Forum Moderators: open

Message Too Old, No Replies

facebook wider crawls

         

lucy24

7:10 pm on Jul 21, 2022 (gmt 0)

WebmasterWorld Senior Member 10+ Year Member Top Contributors Of The Month



Can anyone shed any light on this behavior, noticed sporadically over the last few months and especially the last week or two?

IP: the 173.252 Facebook range (specifically)
User-Agent: the ordinary facebookexternalhit
behavior: robots.txt every couple of days, followed by a whole slew of images from all over the site, seemingly at random, or occasionally a request for root with all supporting files. The requested images are all different, and include some that would definitely never be selected by a human to represent the page they live on.
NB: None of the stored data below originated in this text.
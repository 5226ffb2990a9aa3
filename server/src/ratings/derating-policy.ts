/**
 * The derating policy: how much of each rating a design may use. A `*@ derate` directive wins,
 * then the user's settings, then the defaults below, each with the guideline it comes from and
 * how sure that attribution is (REFERENCES.md §4). `resolvePolicy` runs once per analysis and the
 * rules read the result from their input; the thresholds themselves are applied in stress-checks.ts.
 */
import type { DerateKey, Directive, Span } from '../../../grammar/src/index';
import { DERATING_SETTINGS, type AnalysisSettings, type DeratingSetting, type DeratingSettingValues } from './settings';

/** How a default is known: confirmed in a published source, recalled, or a trade habit. */
export type DefaultBasis = 'confirmed' | 'from-memory' | 'common-practice';

export type PolicyOrigin =
  | { kind: 'directive'; uri: string; span: Span }
  | { kind: 'setting'; key: DerateKey }
  | { kind: 'default'; source: string; basis: DefaultBasis };

/**
 * The junction-temperature limit: an absolute temperature (as `*@ derate tj=125C` writes it) or
 * "the lower of a ceiling and Tjmax minus a margin".
 */
export type JunctionLimit = { kind: 'absolute'; tjC: number } | { kind: 'below-max'; ceilingC: number; marginC: number };

export interface PolicyEntry<T> {
  value: T;
  origin: PolicyOrigin;
}

/**
 * Fractions of the rating that the worst corner may reach, by the `derate` keys of DESIGN.md §3:
 * `vr` diode reverse voltage (PIV / VRRM), `if` diode average current, `ifsm` surge current,
 * `tj` junction limit, `cap` capacitor voltage, `ripple` capacitor ripple current, `vds` MOSFET
 * drain-source voltage, `id` MOSFET drain current. `life` is no fraction: the capacitor life in
 * hours the file asks for; it has no default, so without it no life is judged.
 */
export type DeratingPolicy = { [K in Exclude<DerateKey, 'tj' | 'life'>]: PolicyEntry<number> } & {
  tj: PolicyEntry<JunctionLimit>;
  life?: PolicyEntry<number>;
};

/** Settings as the adapter passes them: fractions (0.8 for 80 %) and `tj` in °C. */
export type DeratingSettings = Partial<Record<DerateKey, number>>;

/** A directive entry or setting that was not used, and why. */
export interface IgnoredDerating {
  key: DerateKey;
  origin: PolicyOrigin;
  reason: string;
}

const IPC_9592B = 'IPC-9592B (from memory, low confidence)';

/** The defaults, each citing its origin with the confidence REFERENCES.md §4 gives it. */
export const DEFAULT_DERATING: DeratingPolicy = {
  vr: fallback(0.8, `${IPC_9592B}: power diodes at about 80 % of rated reverse voltage`, 'from-memory'),
  if: fallback(
    0.7,
    'common practice for commercial designs: between NASA EEE-INST-002 (50 %, from memory; a space-grade rule) ' +
      'and no current derating where the junction-temperature limit governs',
    'common-practice',
  ),
  ifsm: fallback(
    1,
    'common practice: IFSM is already a single-event limit at stated conditions; the peak is held to it and the I²t to IFSM²·t/2 ' +
      '(NASA EEE-INST-002 would allow 50 %, from memory)',
    'common-practice',
  ),
  tj: {
    value: { kind: 'below-max', ceilingC: 125, marginC: 20 },
    origin: { kind: 'default', source: `${IPC_9592B}: Tj at most 125 °C or Tjmax − 20 °C, whichever is lower`, basis: 'from-memory' },
  },
  cap: fallback(0.8, 'Reliability Analysis Center / System Reliability Center, "Part Derating Parameters": aluminium electrolytic, 80 % of rated voltage in a benign environment', 'confirmed'),
  ripple: fallback(1, `${IPC_9592B}: electrolytics within their rated ripple current`, 'from-memory'),
  vds: fallback(0.8, `${IPC_9592B}: power MOSFETs at about 80 % of rated voltage (NASA EEE-INST-002 gives 75 %, from memory)`, 'from-memory'),
  id: fallback(0.8, 'MIL-DTL-917, Table XIX: average drain current at most 0.8 of ID(on) (maximum; 0.6 nominal), applied at the worst corner', 'confirmed'),
};

/**
 * The file's policy, resolved once per analysis: for each key the last `*@ derate` entry (files
 * in reading order), then the setting that stands for it (ratings/settings.ts), then the cited
 * default. `reverseVoltage` sets `vr` and `vds` alike; a setting's origin names its first key.
 * Values outside their range are skipped and listed in `ignored`.
 */
export function resolvePolicy(
  directives: readonly { uri: string; directive: Directive }[] | undefined,
  settings: AnalysisSettings | undefined,
): { policy: DeratingPolicy; ignored: IgnoredDerating[] } {
  const given = settings?.derating ?? {};
  const entries: SettingEntry[] = [];
  for (const [name, setting] of Object.entries(DERATING_SETTINGS) as [keyof DeratingSettingValues, DeratingSetting][]) {
    const value = given[name];
    if (value === undefined || value === null) continue;
    for (const key of setting.derateKeys) entries.push({ key, value, origin: { kind: 'setting', key: setting.derateKeys[0] } });
  }
  return resolveEntries(directives, entries, DEFAULT_DERATING);
}

/**
 * Resolves the policy key by key from settings given by `derate` key: the last `derate` directive
 * entry for a key wins (files in reading order), then the setting, then `defaults`. Values
 * outside their range (a fraction not in (0, 1], a temperature outside −55…400 °C) are skipped
 * and listed in `ignored`.
 */
export function resolveDeratingPolicy(
  directives: readonly { uri: string; directive: Directive }[] | undefined,
  settings: DeratingSettings | undefined,
  defaults: DeratingPolicy = DEFAULT_DERATING,
): { policy: DeratingPolicy; ignored: IgnoredDerating[] } {
  const entries = (Object.entries(settings ?? {}) as [DerateKey, number | undefined][])
    .filter((e): e is [DerateKey, number] => e[1] !== undefined)
    .map(([key, value]): SettingEntry => ({ key, value, origin: { kind: 'setting', key } }));
  return resolveEntries(directives, entries, defaults);
}

interface SettingEntry {
  key: DerateKey;
  value: number;
  origin: PolicyOrigin;
}

function resolveEntries(
  directives: readonly { uri: string; directive: Directive }[] | undefined, settings: readonly SettingEntry[], defaults: DeratingPolicy,
): { policy: DeratingPolicy; ignored: IgnoredDerating[] } {
  const policy: DeratingPolicy = { ...defaults };
  const ignored: IgnoredDerating[] = [];
  const apply = (key: DerateKey, value: number, origin: PolicyOrigin): void => {
    const reason = rangeProblem(key, value);
    if (reason) ignored.push({ key, origin, reason });
    else if (key === 'tj') policy.tj = { value: { kind: 'absolute', tjC: value }, origin };
    else policy[key] = { value, origin };
  };
  for (const entry of settings) if (entry.key in defaults || entry.key === 'life') apply(entry.key, entry.value, entry.origin);
  for (const placed of directives ?? []) {
    if (placed.directive.keyword !== 'derate') continue;
    for (const entry of placed.directive.entries) apply(entry.key, entry.value, { kind: 'directive', uri: placed.uri, span: entry.span });
  }
  return { policy, ignored };
}

/**
 * The junction temperature a part may reach under a limit. An absolute limit never exceeds the
 * part's own Tjmax; without a Tjmax, `below-max` falls back to its ceiling.
 */
export function junctionLimitC(limit: JunctionLimit, tjmaxC?: number): number {
  const partMax = tjmaxC ?? Number.POSITIVE_INFINITY;
  if (limit.kind === 'absolute') return Math.min(limit.tjC, partMax);
  return Math.min(limit.ceilingC, partMax - limit.marginC);
}

/** The origin of a policy value in words, for finding messages ("policy allows 80 % (…)"). */
export function describePolicyOrigin(origin: PolicyOrigin): string {
  switch (origin.kind) {
    case 'directive':
      return 'derate directive';
    case 'setting':
      return `setting derating.${origin.key}`;
    case 'default':
      return `default: ${origin.source}`;
  }
}

function fallback(value: number, source: string, basis: DefaultBasis): PolicyEntry<number> {
  return { value, origin: { kind: 'default', source, basis } };
}

function rangeProblem(key: DerateKey, value: number): string | undefined {
  if (!Number.isFinite(value)) return 'not a number';
  if (key === 'tj') return value < -55 || value > 400 ? 'a junction limit lies between −55 °C and 400 °C' : undefined;
  if (key === 'life') return value > 0 ? undefined : 'a capacitor life is a number of hours above zero';
  return value <= 0 || value > 1 ? 'a derating fraction lies between 0 and 100 %' : undefined;
}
So far I don't know whether they actually honor robots.txt or it's just for appearances' sake, as it has only just occurred to me to try a Disallow, and they don't ask on every visit. But closer inspection tends to suggest they will not comply. In all their robots.txt requests on the site that also houses my piwik files, they have never noticed that the /piwik directory is Disallowed.

jmccormac

7:32 pm on Jul 21, 2022 (gmt 0)

WebmasterWorld Senior Member 10+ Year Member Top Contributors Of The Month



Not sure if it is a preview thing but I've seen the FB externalhit string in the logs quite often.Don't have many images on site and the requests are almost always for html queries (DNS history for domain names) rather than the stats pages.

Regards...jmcc

tangor

8:49 am on Jul 23, 2022 (gmt 0)

WebmasterWorld Senior Member 10+ Year Member Top Contributors Of The Month



The few times I have tried to deal with this in .htaccess folks on FB would contact me as to why my stuff no longer appeared on FB.
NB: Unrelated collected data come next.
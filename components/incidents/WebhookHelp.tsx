"use client";
// How to send alerts here: the webhook address and a receiver for Alertmanager's configuration
// (its documented webhook_config with http_config.authorization, whose type defaults to Bearer).
import { Card } from "@/components/ui/Card";

export function WebhookHelp({ env }: { env: string }) {
  const url = `${typeof window === "undefined" ? "" : window.location.origin}/api/v1/environments/${env}/alerts`;
  const amConfig = `receivers:
  - name: pinchpoint
    webhook_configs:
      - url: ${url}
        send_resolved: true
        http_config:
          authorization:
            credentials: ppt_…   # an API token with inventory:write, bound to ${env}`;
  const curl = `curl -X POST ${url} \\
  -H "Authorization: Bearer ppt_…" -H "Content-Type: application/json" \\
  -d '{"pinchpoint":"alerts/1","alerts":[{"component":"orders-db","severity":"critical","link":"https://…"}]}'`;
  return (
    <Card title="Sending alerts here">
      <div className="space-y-3 text-sm text-muted" data-testid="webhook-help">
        <p>
          Post to <span className="font-mono text-ink">{url}</span> with an API token that may write to this environment (admins create one under Admin → Tokens). Alertmanager&apos;s webhook body is read as it is;
          the alert labels named in the environment&apos;s settings (by default service, app, job) say which component an alert is about.
        </p>
        <pre className="overflow-x-auto rounded-md bg-raised p-3 font-mono text-xs text-ink">{amConfig}</pre>
        <p>Any other monitor or script can send the small Pinchpoint format: a component key or alias, a status (firing or resolved), a severity, a start time and a link.</p>
        <pre className="overflow-x-auto rounded-md bg-raised p-3 font-mono text-xs text-ink">{curl}</pre>
      </div>
    </Card>
  );
}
FB, however, does NOT honor robots.txt. Any surprise there?

dstiles

8:31 am on Jul 24, 2022 (gmt 0)

WebmasterWorld Senior Member 10+ Year Member Top Contributors Of The Month



I allow facebook hits but they are a bit cavalier in what they look for. I have an image I created 25 years ago - nopic.gif - and have, until recently, used on all my sites. It is a single pixel image that I once used as a resizable spacer. It's not used on new sites but I got a hit on it this morning. I'm not sure how many FB users would need to see that... :)

Martin Potter

3:52 pm on Jul 24, 2022 (gmt 0)

5+ Year Member Top Contributors Of The Month



My experience has been a little different. Some years ago the now-familiar FB externalhits began, always looking for one key image that I had created to illustrate a new article on my site. After a while I got tired of this and simply changed the file name of the image. The externalhits for that original image continued but of course all they got was a "404". They continue today, at least weekly, sometimes as often as daily. I don't think I have ever noticed that they look for anything else.

Dimitri

6:16 pm on Jul 24, 2022 (gmt 0)

WebmasterWorld Senior Member 5+ Year Member Top Contributors Of The Month



May be FB crawler is used to feed an AI

lucy24

9:26 pm on Jul 24, 2022 (gmt 0)

WebmasterWorld Senior Member 10+ Year Member Top Contributors Of The Month



My experience has been a little different.
What you describe sounds like the standard facebook experience, originating with some human referencing the page and selecting one of its images. These are pretty easy to identify, since the initial FB page request is accompanied by all of its images, and then future requests focus on one image. (Unless, I guess, two people have cited the same page, but then choose different images. That can be confusing.)

Here it's the randomness that puzzles me. I'm half thinking of blocking that specific IP range, since it's the only FB range currently engaging in this behavior.

Martin Potter

11:50 pm on Jul 25, 2022 (gmt 0)

5+ Year Member Top Contributors Of The Month



Oh, oh. I must correct my earlier post. After doing a proper search of my logs, I find that the familiar FB externalhit has been targetted at not only the original now-nonexistent image but also at many other images and pages. However, usually these hits are in the same subject area as that old image and they match the pages most visited on my site. I guess I was noticing only the ones that got a "404" error and not noticing all the "200" hits. Shame on me. (he says, looking at the floor)

But, Lucy, these are not random, unlike what you are experiencing.